Amar Bhide: Start With Affordable Bets in Markets Too Small to Interest Large Players

Written by Sean Murphy. Posted in Books, skmurphy

Four quotes from Amar Bhide‘s “Origin and Evolution of New Business.

“Entrepreneurs who undertake uncertain initiatives face a wide spread between desirable and undesirable outcomes, but they cannot quantify the odds they face or even fully anticipate the possible results. The uncertainty is irreducible to the degree it cannot be resolved without actually undertaking the initiative by prior testing and research.”

Testing and research can reduce the ambiguity  and uncertainty associated with the entering new markets but they cannot eliminate it. A few hours on Google can save you a few months pursuing an opportunity that a little more research might have indicated was a non-starter but even there I think you are still well served by a dozen conversations with people who have direct knowledge of the problem: there is an important category of information that has not been written down (yet) and cannot be found in Mr. Google’s basement.

If you attack a large and well established market there is much less uncertainty but there will be established competitors.

“Serving niche markets not only allows entrepreneurs to start a business with limited funds, it also limits the competition they face from well capitalized entities. Established corporations and professional venture capital funds expend considerable resources on evaluating and monitoring their investments. They tend to avoid investments in niche opportunities whose profit potential isn’t large enough to cover their fixed evaluation and monitoring costs.

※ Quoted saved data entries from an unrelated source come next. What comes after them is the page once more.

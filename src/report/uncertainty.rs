//! What `uncertainty` writes: the text summary (quantiles and the parameters that drive each
//! output), the samples CSV, one SVG histogram per output and a tornado chart of rank
//! correlations.
//!
//! Text and SVG show values in display units (`units::display`: kJ/mol, M⁻¹ s⁻¹, mM, h); the
//! CSV and JSON keep the internal (SI) values with their unit named beside them.

use crate::report::csv_out::{CsvTable, cell, opt_cell};
use crate::report::{palette, ticks};
use crate::uncertainty::{OutputSummary, QUANTILES, Record, Summary};
use crate::units::{self, display, sig};
use plotters::element::DashedPathElement;
use plotters::prelude::*;
use plotters::style::text_anchor::{HPos, Pos, VPos};
use std::fmt::Write;

fn opt(v: Option<f64>) -> String {
    v.map_or("-".into(), |x| sig(x, 4))
}

/// The display unit of an output's statistics, picked by the largest of its mean and quantiles
/// (`units::display`): (internal units per display unit, spelling).
fn shown_unit(x: &OutputSummary) -> (f64, String) {
    let values = x.mean.into_iter().chain(x.quantiles.iter().filter_map(|q| q.1));
    display::readable_unit(&x.column.unit, display::largest(values))
}

/// The round-off limit of an output's statistics (`units::display::ZeroWithin`): its column's
/// absolute limit (the kinetics' tolerance for concentrations) or its relative one times the
/// output's largest magnitude (chain outputs).
pub fn zero_within(x: &OutputSummary) -> display::ZeroWithin {
    if let Some(a) = x.column.zero_within {
        return display::ZeroWithin(a);
    }
    match x.column.zero_within_relative {
        Some(rel) => {
            let values = x.mean.into_iter().chain(x.quantiles.iter().filter_map(|q| q.1));
            display::ZeroWithin::relative(display::largest(values), rel)
        }
        None => display::ZeroWithin::NONE,
    }
}

/// "30 d" for a censored output's horizon in the row's unit (`per`, `unit`).
fn horizon_text(x: &OutputSummary, per: f64, unit: &str) -> Option<String> {
    x.column.censored_above.map(|h| {
        if unit.is_empty() {
            sig(h / per, 4)
        } else {
            format!("{} {unit}", sig(h / per, 4))
        }
    })
}

fn with_unit(name: &str, unit: &str) -> String {
    if unit.is_empty() {
        name.to_string()
    } else {
        format!("{name} ({unit})")
    }
}

/// True when an output spreads beyond rounding (sd above 1e-9 of |mean|): only then is a
/// ranking of its drivers meaningful.
pub fn varies(x: &OutputSummary) -> bool {
    if x.censored > 0 {
        // some samples reach the level and some do not: that alone is a spread
        return x.n > 0;
    }
    match (x.mean, x.sd) {
        (Some(m), Some(sd)) => sd > 1e-9 * m.abs() && sd > 0.0,
        _ => false,
    }
}
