//! The wait for intermediates to drain before the chain's yields are compared with the
//! kinetics' ([`super::agreement`]): from the automatic horizon's state, one integration watched
//! at the end of stretches that double the time.

use super::agreement::YIELD_CLOSE;
use crate::error::Result;
use crate::model::Model;

/// How the wait for the intermediates ended.
#[derive(Debug, Clone, Copy, PartialEq, Eq)]
pub(super) enum Wait {
    /// Less than [`YIELD_CLOSE`] was in intermediates at the horizon already.
    NotNeeded,
    /// The run went on until less than [`YIELD_CLOSE`] was in intermediates.
    Drained,
    /// The concentrations stopped changing with more than that in intermediates.
    Steady,
    /// Still more at [`DRAIN_LONGEST`] times the horizon (or the automatic horizon's cap).
    Cap,
}

/// The kinetics' state where the yields are read.
pub(super) struct Reading {
    /// When the yields are read, s.
    pub time: f64,
    /// The state then.
    pub state: Vec<f64>,
    /// How the wait ended.
    pub ended: Wait,
}

/// The longest wait for the intermediates to drain, as a multiple of the automatic horizon:
/// twelve doublings. An intermediate that outlives the conversion of the start mixture by a
/// factor of 4096 is a product for any practical purpose, and is reported as still in transit.
pub const DRAIN_LONGEST: f64 = 4096.0;

/// Outputs per doubling stretch of [`drain`]: the reading is the first output with less than
/// [`YIELD_CLOSE`] in transit, so it lies within 1/`DRAIN_OUTPUTS` of the stretch's length of
/// the moment it drained.
const DRAIN_OUTPUTS: usize = 64;

/// Go on from the automatic horizon's `plan` (its model, the plan's tolerances, its light) for
/// stretches that double the time, until the share of the consumed start mixture in
/// intermediates, `transit(state)`, is at most [`YIELD_CLOSE`]; or until nothing changes any
/// more over a stretch, or [`DRAIN_LONGEST`] times the horizon (at most
/// [`crate::plan::horizon::CAP`]). One integration runs through the stretches and is watched at
/// their outputs ([`crate::kinetics::simulate_watching`]); restarting the integrator for every
/// stretch cost five times the steps on a 1,000-species network.
pub(super) fn drain(model: &Model, plan: &crate::plan::Plan, transit: &dyn Fn(&[f64]) -> f64) -> Result<Reading> {
    let tr = &plan.trajectory;
    let (t, y) = (*tr.times.last().unwrap_or(&0.0), tr.last().to_vec());
    let share = transit(&y);
    if share.is_nan() || share <= YIELD_CLOSE || t.is_nan() || t <= 0.0 {
        return Ok(Reading {
            time: t,
            state: y,
            ended: Wait::NotNeeded,
        });
    }
    let ns = model.n_species();
    let last = (t * DRAIN_LONGEST).min(crate::plan::horizon::CAP).max(t);
    // The stretches' ends, and DRAIN_OUTPUTS output times evenly within each.
    let mut ends = vec![t];
    while ends[ends.len() - 1] < last {
        ends.push((2.0 * ends[ends.len() - 1]).min(last));
    }
    let times: Vec<f64> = ends
        .windows(2)
        .flat_map(|w| {
            (1..=DRAIN_OUTPUTS).map(move |j| match j {
                DRAIN_OUTPUTS => w[1],
                _ => w[0] + (w[1] - w[0]) * j as f64 / DRAIN_OUTPUTS as f64,
            })
        })
        .collect();
    if times.is_empty() {
        return Ok(Reading {
            time: t,
            state: y,
            ended: Wait::Cap,
        });
    }
    let opts = crate::kinetics::Options {
        rtol: crate::plan::PlanOptions::default().rtol,
        atol: tr.atol,
        schedule: tr.schedule,
        times,
        ..crate::kinetics::Options::until(last)
    };
    // The state at the end of each stretch reached (the first: the start), for the test that
    // nothing changes any more: every concentration moved less than the tolerances over a stretch.
    let mut at_ends: Vec<Vec<f64>> = vec![y.clone()];
    let near = |a: f64, b: f64| (a - b).abs() <= 1e-12 * a.abs().max(b.abs());
    let mut still = false;
    let mut enough = |time: f64, state: &[f64]| {
        if transit(state) <= YIELD_CLOSE {
            return true;
        }
        let Some(k) = ends.iter().skip(1).position(|&e| near(e, time)) else {
            return false;
        };
        at_ends.truncate(k + 1);
        let before = &at_ends[k];
        still = state[..ns]
            .iter()
            .zip(&before[..ns])
            .all(|(a, b)| (a - b).abs() <= tr.atol.max(1e-12) + 1e-6 * b.abs());
        at_ends.push(state.to_vec());
        still
    };
    let run = crate::kinetics::simulate_watching(model, t, &y, &opts, &mut |_| {}, &mut enough)?;
    let (time, state) = (*run.times.last().unwrap_or(&last), run.last().to_vec());
    let ended = if transit(&state) <= YIELD_CLOSE {
        Wait::Drained
    } else if still {
        Wait::Steady
    } else {
        Wait::Cap
    };
    Ok(Reading { time, state, ended })
}
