//! The "uncertain values" section of `check`: every value `uncertainty` would draw, with its key,
//! value, origin and spread (defaults marked), from `uncertainty::evidence::entries`.

use crate::network::evidence::{ShareSd, Source, Spreads};
use crate::uncertainty::counts::{CountIntervals, Interval};
use crate::uncertainty::evidence::{Basis, Entry, Spreading};
use crate::units::display::EnergyUnit;
use crate::units::{self, display};
use std::fmt::Write;

/// "7 kcal/mol (29.29 kJ/mol)" for an energy difference in J/mol: in the network's family,
/// the other beside it (the display rule).
fn energy(e: f64, family: EnergyUnit) -> String {
    display::format_energy_beside(e, family)
}

fn share_sd(s: ShareSd) -> String {
    match s {
        ShareSd::Absolute(a) => format!("± {}", units::sig(a, 3)),
        ShareSd::Relative(r) => format!("± {} % of the value", units::sig(r * 100.0, 3)),
    }
}

fn value(e: &Entry, family: EnergyUnit) -> String {
    if !e.value.is_finite() {
        return "(not a key of this network)".into();
    }
    let (v, u) = display::quantity_in(e.quantity, e.value, family);
    if u.is_empty() {
        units::sig(v, 4)
    } else {
        format!("{} {u}", units::sig(v, 4))
    }
}

/// The spread column of one entry.
fn spread(e: &Entry, family: EnergyUnit) -> String {
    let default = if e.default { ", default" } else { "" };
    let text = match (&e.basis, e.spread) {
        (Basis::Entry(written), _) => written.clone(),
        (
            Basis::Counts {
                runs,
                finished,
                unfinished,
                prior,
            },
            _,
        ) => format!(
            "{runs} of {finished} runs{}; Dirichlet over the channels, {prior}",
            if *unfinished > 0 {
                format!(" ({unfinished} more ended nowhere: left out)")
            } else {
                String::new()
            }
        ),
        (Basis::Origin(_), Spreading::Energy(sd)) => format!("sd {}{default}", energy(sd, family)),
        (Basis::Origin(_), Spreading::Factor(f, None)) => format!("factor {}{default}", units::sig(f, 3)),
        (Basis::Origin(_), Spreading::Factor(f, Some(b))) => format!(
            "factor {} (from the barrier spread {}{default})",
            units::sig(f, 3),
            energy(b, family)
        ),
        (Basis::Origin(_), Spreading::Share(s)) => format!("{}{default}", share_sd(s)),
        (Basis::Origin(s), Spreading::None) => format!(
            "none{}: not drawn (set one in [spreads.{}])",
            if e.default { " by default" } else { "" },
            s.word()
        ),
        (Basis::Origin(_), Spreading::Own) => String::new(),
    };
    if e.replaced {
        format!("{text}; replaced by its [[uncertain]] entry")
    } else {
        text
    }
}

/// The section, or "" when nothing is uncertain.
/// Energies are shown in `family` (the network's [`crate::network::Network::energy_unit`]).
pub fn uncertain_values(entries: &[Entry], family: EnergyUnit) -> String {
    if entries.is_empty() {
        return String::new();
    }
    let mut s = String::new();
    let _ = writeln!(
        s,
        "\nuncertain values (drawn by `uncertainty`; the key is the one --set and [[uncertain]] use)"
    );
    let kw = entries.iter().map(|e| e.key.chars().count()).max().unwrap_or(0).max(3);
    let vw = entries
        .iter()
        .map(|e| value(e, family).chars().count())
        .max()
        .unwrap_or(0)
        .max(5);
    let _ = writeln!(s, "  {:kw$}  {:>vw$}  {:22}  spread", "key", "value", "origin");
    for e in entries {
        let origin = match &e.basis {
            Basis::Entry(_) => "[[uncertain]] entry",
            Basis::Origin(o) => o.word(),
            Basis::Counts { .. } => "trajectory counts",
        };
        let _ = writeln!(
            s,
            "  {:kw$}  {:>vw$}  {origin:22}  {}",
            e.key,
            value(e, family),
            spread(e, family)
        );
    }
    // The defaults of the origins used, so a reader sees what "default" stands for.
    let mut used: Vec<Source> = entries
        .iter()
        .filter_map(|e| match e.basis {
            Basis::Origin(o) if e.default => Some(o),
            _ => None,
        })
        .collect();
    used.sort_by_key(|o| *o as usize);
    used.dedup();
    if !used.is_empty() {
        let d = Spreads::default();
        let rows: Vec<String> = used
            .iter()
            .map(|&o| {
                let r = d.of(o);
                let mut parts = Vec::new();
                if let Some(b) = r.barrier.value {
                    parts.push(format!("barrier sd {}", energy(b, family)));
                }
                if let Some(f) = r.rate_factor.value {
                    parts.push(format!("k factor {}", units::sig(f, 3)));
                }
                if let Some(f) = r.fraction.value {
                    parts.push(format!("fraction {}", share_sd(f)));
                }
                if let Some(q) = r.quantum_yield.value {
                    parts.push(format!("quantum yield {}", share_sd(q)));
                }
                if parts.is_empty() {
                    parts.push("none".into());
                }
                format!("{}: {}", o.word(), parts.join(", "))
            })
            .collect();
        let _ = writeln!(
            s,
            "  default spreads (change them in [spreads.ORIGIN]): {}",
            rows.join("; ")
        );
    }
    s
}

/// `ledger`'s section on what the trajectory counts alone leave uncertain.
pub fn count_intervals(c: &CountIntervals) -> String {
    let mut s = String::new();
    let _ = writeln!(
        s,
        "\nfrom the trajectory counts alone ({} % intervals over {} draws of their Dirichlet, seed {}; every other number held)",
        units::sig(c.level * 100.0, 3),
        c.draws,
        c.seed
    );
    for t in &c.transients {
        let finished: u64 = t.runs.iter().sum();
        let runs: Vec<String> = t.runs.iter().map(|n| n.to_string()).collect();
        let _ = writeln!(
            s,
            "  {}: {} runs by channel, {finished} that reached a channel{}; {}",
            t.name,
            runs.join(" / "),
            if t.unfinished > 0 {
                format!(", {} more that ended nowhere (left out of the shares)", t.unfinished)
            } else {
                String::new()
            },
            t.prior
        );
    }
    let label = |i: &Interval| match i.output.as_str() {
        "yield" => format!("yield of {}", i.product),
        _ => format!("photons per {}", i.product),
    };
    let w = c.intervals.iter().map(|i| label(i).chars().count()).max().unwrap_or(0);
    for i in &c.intervals {
        let _ = writeln!(
            s,
            "  {:w$}  {:>10}  ({} – {})",
            label(i),
            display::number(i.value),
            display::number(i.low),
            display::number(i.high)
        );
    }
    if c.failed > 0 {
        let _ = writeln!(s, "  {} of the draws could not be evaluated and are left out", c.failed);
    }
    if let Some(w) = c.widest.and_then(|k| c.intervals.get(k)) {
        let more: Vec<String> = c
            .transients
            .iter()
            .map(|t| {
                let finished: u64 = t.runs.iter().sum();
                format!(
                    "about {} more runs on {} ({} → {} that reach a channel{})",
                    t.more_runs,
                    t.name,
                    finished,
                    t.finished_needed,
                    if t.unfinished > 0 {
                        ", allowing for those that end nowhere at today's rate".to_string()
                    } else {
                        String::new()
                    }
                )
            })
            .collect();
        let _ = writeln!(
            s,
            "  widest for its value: {}; to halve it, {}{}",
            label(w),
            more.join(" and "),
            match c.widest_after {
                Some((l, h)) => format!(
                    "; drawn at those counts it is ({} – {}), {} % of today's width",
                    display::number(l),
                    display::number(h),
                    units::sig(100.0 * (h - l) / (w.high - w.low), 2)
                ),
                None => String::new(),
            }
        );
    }
    s
}
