//! Lifetimes of the transients and the time a molecule spends in the excited manifold per
//! photon absorbed.
//!
//! A transient's lifetime is 1 / Σk over its rate channels (quenching at the partner
//! concentration the chain was built at): the chain's mean holding time per visit. A transient
//! given by fractions only has no lifetime. The excited manifold is the transients of kind
//! `excited` and `intersection` (hot ground states are on the ground state); with weights w
//! (expected visits of a chain that ends, or stationary visit shares of one that does not), the
//! time in it per photon absorbed is Σ_t w_t τ_t / Σ_i w_i φ_i, φ_i the photon probability of
//! state i's ways out. Photons that lead to no transient (short-form steps, photons absorbed
//! with no reaction) count with no time in the manifold. Times in s. No file I/O, no printing.

use super::{Chain, StateKind};
use crate::network::{Network, TransientKind};
use serde::Serialize;

/// One transient's lifetime.
#[derive(Debug, Clone, PartialEq, Serialize)]
pub struct Lifetime {
    /// Chain state.
    pub state: usize,
    /// Name.
    pub name: String,
    /// Its kind, as written in files ("excited", "intersection", "hot", "other").
    pub kind: &'static str,
    /// 1 / Σk over its rate channels, s (None: given by fractions only).
    pub lifetime: Option<f64>,
    /// True when it counts as the excited manifold.
    pub excited: bool,
}

/// Lifetimes and the time in the excited manifold.
#[derive(Debug, Clone, PartialEq, Serialize)]
pub struct Lifetimes {
    /// Every transient of the chain, in chain order.
    pub transients: Vec<Lifetime>,
    /// Mean time in the excited manifold per photon absorbed, s (None: no photon absorbed, or no
    /// excited transient with a lifetime).
    pub excited_time_per_photon: Option<f64>,
    /// Share of the absorbed photons that lead into a transient (the others count no time in
    /// the excited manifold); None when no photon is absorbed.
    pub photons_into_transients: Option<f64>,
}

/// Lifetimes of the transients of `chain` (built from `net`) and the time in the excited
/// manifold per photon at `weights` (per chain state).
pub fn lifetimes(chain: &Chain, net: &Network, weights: &[f64]) -> Lifetimes {
    let n = chain.states.len();
    let mut ph = vec![0.0; n];
    let mut into = 0.0;
    for m in &chain.moves {
        if m.photon {
            ph[m.from] += m.probability;
            if matches!(chain.states[m.to].kind, StateKind::Transient(_)) {
                into += weights.get(m.from).copied().unwrap_or(0.0) * m.probability;
            }
        }
    }
    let photons: f64 = (0..n).map(|i| weights.get(i).copied().unwrap_or(0.0) * ph[i]).sum();
    let mut transients = Vec::new();
    let mut excited_time = 0.0;
    let mut any_timed = false;
    for (i, s) in chain.states.iter().enumerate() {
        let StateKind::Transient(t) = s.kind else {
            continue;
        };
        let kind = net.transients.get(t).map_or(TransientKind::Other, |x| x.kind);
        let excited = matches!(kind, TransientKind::Excited | TransientKind::Intersection);
        let lifetime = (s.holding > 0.0).then_some(s.holding);
        if excited && let Some(tau) = lifetime {
            any_timed = true;
            excited_time += weights.get(i).copied().unwrap_or(0.0) * tau;
        }
        transients.push(Lifetime {
            state: i,
            name: s.name.clone(),
            kind: kind.word(),
            lifetime,
            excited,
        });
    }
    Lifetimes {
        transients,
        excited_time_per_photon: (photons > 0.0 && any_timed).then(|| excited_time / photons),
        photons_into_transients: (photons > 0.0).then(|| into / photons),
    }
}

Therefore, the  bootstrapped entrepreneur in a niche market faces direct competition mainly from other undercapitalized businesses.”

But larger well capitalized firms normally avoid ambiguous markets because they can earn more certain returns in established markets and they are less deterred by the idea of competing with other large firms.

Ambiguity is known to be missing information or not knowing relevant information that could be known.

The key ambiguity to resolve is to develop a model for the impact of your product on your prospect’s business–the costs you are imposing and the value of the benefits that you are delivering–as a way of fine tuning your feature set, messaging, and business model. You may need a slightly different one for each niche or customer segment you are considering. This gets updated the more you learn in exploring the market. This approach is “outside in” where customer reality drives your decisions.

One way to choose a new market is to pick a space that has not changed in a while. It’s more likely that you can learn something that the incumbents have either ignored or decided not to pursue because it would conflict with a currently successful business model.

Promising startups cluster in market niches characterized by high uncertainty generated by technological, regulatory, or other such exogenous changes or by the amorphous nature of customer wants. High uncertainty and low capital and opportunity costs create a “heads-I-win-tails-I-don’t-lost-much” proposition for entrepreneurs.

This is a second approach, to look for markets likely to be impacted by new technology, new regulation, or changes in the zeitgeist.  By making small bets you can risk little but potentially find a significant opportunity.